Key idea: It’s no secret that algorithms built by humans often perpetuate the same biases that went into them.
Original author and publication date: University of Oregon – June 2, 2022
Futurizonte Editor’s Note: We are digitalizing our prejudices and transfer them to AI. Good job, humans!
From the article:
Pigeons can quickly be trained to detect cancerous masses on x-ray scans. So can computer algorithms.
But despite the potential efficiencies of outsourcing the task to birds or computers, it’s no excuse for getting rid of human radiologists, argues University of Oregon philosopher and data ethicist Ramón Alvarado.

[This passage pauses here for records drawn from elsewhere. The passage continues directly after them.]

package lsp

import (
	"context"
	"errors"
	"io"
	"sync/atomic"

	"go.lsp.dev/jsonrpc2"
)

// pipe is the two ends of a standard stream as one connection. The reading end
// may be one that cannot be closed, as standard input: after Close it reads as
// ended.
type pipe struct {
	in     io.Reader
	out    io.Writer
	closed atomic.Bool
}

func (p *pipe) Read(b []byte) (int, error) {
	if p.closed.Load() {
		return 0, io.EOF
	}
	return p.in.Read(b)
}

func (p *pipe) Write(b []byte) (int, error) { return p.out.Write(b) }

func (p *pipe) Close() error {
	p.closed.Store(true)
	return nil
}

// framed is a stream that gives the body of a message before it is decoded.
type framed interface {
	jsonrpc2.Stream
	ReadFrame(ctx context.Context) ([]byte, int64, error)
}

// tolerantStream answers a body that is no message with a parse error and reads
// on; the frame around it still says where the next one begins.
type tolerantStream struct{ framed }

func newStream(p *pipe) (jsonrpc2.Stream, error) {
	f, ok := jsonrpc2.NewHeaderStream(p).(framed)
	if !ok {
		return nil, errors.New("the message stream does not give its frames")
	}
	// Only the methods of Stream may show: the connection would otherwise take
	// the frames itself, and a bad one would end it.
	return struct{ jsonrpc2.Stream }{tolerantStream{f}}, nil
}

func (s tolerantStream) Read(ctx context.Context) (jsonrpc2.Message, int64, error) {
	for {
		body, n, err := s.ReadFrame(ctx)
		if err != nil {
			return nil, n, err
		}
		msg, err := jsonrpc2.DecodeMessage(body)
		if err == nil {
			return msg, n, nil
		}
		refusal := jsonrpc2.NewResponse(jsonrpc2.ID{}, nil, jsonrpc2.Errorf(jsonrpc2.ErrParse.Code, "the message could not be read: %v", err))
		if _, err := s.Write(ctx, refusal); err != nil {
			return nil, n, err
		}
	}
}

Alvarado studies the way that humans interact with technology. He’s particularly attuned to the harms that can come from overreliance on algorithms and machine learning. As automation creeps more and more into people’s daily lives, there’s a risk that computers devalue human knowledge.
“They’re opaque, but we think that because they’re doing math, they’re better than other knowers,” Alvarado said. “The assumption is, the model knows best, and who are you to tell the math they’re wrong?”
It’s no secret that algorithms built by humans often perpetuate the same biases that went into them. A face-recognition app trained mostly on white faces isn’t going to be as accurate on a diverse set of people. Or a resume-ranking tool that awards greater preference to people with Ivy League educations might overlook talented people with more unique but less quantifiable backgrounds.
But Alvarado is interested in a more nuanced question: What if nothing goes wrong, and an algorithm actually is better than a human at a task? Even in these situations, harm can still occur, Alvarado argues in a recent paper. It’s called “epistemic injustice.”
The term was coined by feminist philosopher Miranda Fricker in the 2000s. It’s been used to describe benevolent sexism, like men offering assistance to women at the hardware store (a nice gesture) because they presume them to be less competent (a negative motivation). Alvarado has expanded Fricker’s framework and applied it to data science.
He points to the impenetrable nature of most modern technology: An algorithm might get the right answer, but we don’t know how; that makes it difficult to question the results. Even the scientists who design today’s increasingly sophisticated machine learning algorithms usually can’t explain how they work or what the tool is using to reach a decision.